UN MEDIO que Dios nos ha dado para orientar nuestro corazón hacia él es el de la Confesión. Cuando acudimos a este sacramento es Jesús quien nos alienta y quien nos anima. «Nuestro auxilio es el nombre del Señor, que hizo el cielo y la tierra» (Sal 123,7-8). Y en ese nombre nos perdona los pecados el sacerdote. Para quienes se han confesado después de mucho tiempo, se trata de un instante que no deja indiferente. Pero quienes acuden con frecuencia, quizá pueden pensar que sus confesiones son un poco rutinarias. En este sentido, san Josemaría recordaba que «el Señor instituyó el sacramento de la Penitencia no solo para perdonar los pecados, sino para darnos fortaleza y para que tuviéramos ocasión de recibir una orientación y una ayuda espiritual»[5]. Es decir, que aunque a nosotros nos parezca una confesión rutinaria, Dios nos está dando su gracia para afrontar esas luchas que componen nuestro día y para liberarnos del pecado: «Os quiero rebeldes, libres de toda atadura, porque os quiero –¡nos quiere Cristo!– hijos de Dios. Esclavitud o filiación divina: he aquí el dilema de nuestra vida»[6].

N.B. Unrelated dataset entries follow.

@pytest.mark.parametrize("method", ["regression", "ica"])
def test_stand_ins_without_an_eog_channel(recording, method):
    # Without EOG the mean of Fp1/Fp2 stands in for it (documented compromise).
    raw0, clean, blink, _ = recording
    raw = raw0.copy().drop_channels(["VEOG"])
    est = OcularCorrection(method).fit(raw)
    rec = est.record()
    assert rec["stand_ins_used"] is True and rec["stand_ins"] == ["Fp1", "Fp2"]
    assert rec["sources"] == ["mean(Fp1, Fp2)"] and rec["eog_channels"] == []
    others = [c for c in CHANNELS if c not in ("Fp1", "Fp2")]
    corrected = est.apply(raw)
    before, after = _blink_corr(raw, blink, others), _blink_corr(corrected, blink, others)
    assert rec["residual_correlation"]["after"] < rec["residual_correlation"]["before"]
    if method == "regression":
        # The proxy carries frontal brain activity that the other channels share, which
        # biases the slopes (here 0.58 -> 0.33, above the acceptance): the compromise
        # named in OcularCorrection's notes. Only a reduction is required of it.
        assert after < before
        assert rec["corrected_channels"] == others
        np.testing.assert_array_equal(corrected.get_data(picks=["Fp1", "Fp2"]), raw.get_data(picks=["Fp1", "Fp2"]))
    else:
        # ICA uses the proxy only to choose components: the acceptance holds on every
        # channel, the stand-ins included.
        assert _blink_corr(corrected, blink) < ACCEPT
        assert _min_clean_corr(corrected, clean) > CLEAN_FLOOR
        assert rec["corrected_channels"] == CHANNELS


def _saturated(raw, start=30.2, stop=30.4):
    """A copy with every channel stuck at +/-1.5 mV (an amplifier rail) from start to stop, s."""
    out = raw.copy()
    signs = np.where(np.arange(len(out.ch_names)) % 2, -1.0, 1.0)[:, None]
    stuck = (out.times >= start) & (out.times < stop)
    out.apply_function(lambda x: np.where(stuck, 1.5e-3 * signs, x), picks="all", channel_wise=False,
                       verbose="error")
    return out


def test_saturation_is_left_out_of_the_fit(recording):
    # Common practice: saturated stretches are excluded before estimating a correction.
    # A 0.2 s rail (1.5 mV, alternating sign) would dominate the least-squares slopes; with
    # the default 1 mV peak-to-peak limit the factors stay within 0.03 V/V of the truth
    # (tolerance as in test_regression_recovers_the_propagation_factors).
    raw0, _, _, weight = recording
    raw = _saturated(raw0)
    truth = BLINK_AT_FP / BLINK_AT_VEOG * weight
    est = OcularCorrection().fit(raw)
    np.testing.assert_allclose(est.coef_[:, 0], truth, atol=0.03)
    # The rail's 1 s window plus half the 1 Hz high-pass (825 taps = 3.3 s at 250 Hz) on
    # either side: 1 + 2 x 1.648 s.
    assert est.record()["fit_excluded_s"] == pytest.approx(1.0 + 2 * 412 / SFREQ, abs=1e-9)
    spoiled = OcularCorrection(fit_reject=None).fit(raw)
    assert np.abs(spoiled.coef_[:, 0] - truth).max() > 0.1
    assert spoiled.record()["fit_excluded_s"] == 0.0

En cada Confesión nos encontramos con el padre de la parábola que está esperándonos y que desea ardientemente que regresemos a casa. «Con demasiada frecuencia pensamos que la Confesión consiste en presentarnos a Dios cabizbajos. Pero, para empezar, no somos nosotros los que volvemos al Señor; es él quien viene a visitarnos, a colmarnos con su gracia, a llenarnos de su alegría. Confesarse es dar al Padre la alegría de volver a levantarnos. En el centro de lo que experimentaremos no están nuestros pecados, están, pero no están en el centro; sino su perdón: este es el centro»[7]. Por eso san Josemaría animaba a sus hijos a amar este sacramento: «A mí, me da tanta alegría acudir a este medio de la gracia, porque sé que el Señor me perdona y me llena de fortaleza. Y estoy persuadido de que, con la práctica piadosa de la Confesión sacramental, se aprende a tener más dolor y, por tanto, más amor»[8]. Podemos pedir a la Virgen María que nos ayude a experimentar la alegría de recibir al Señor en nuestra casa cada vez que nos acercamos al sacramento de la Confesión.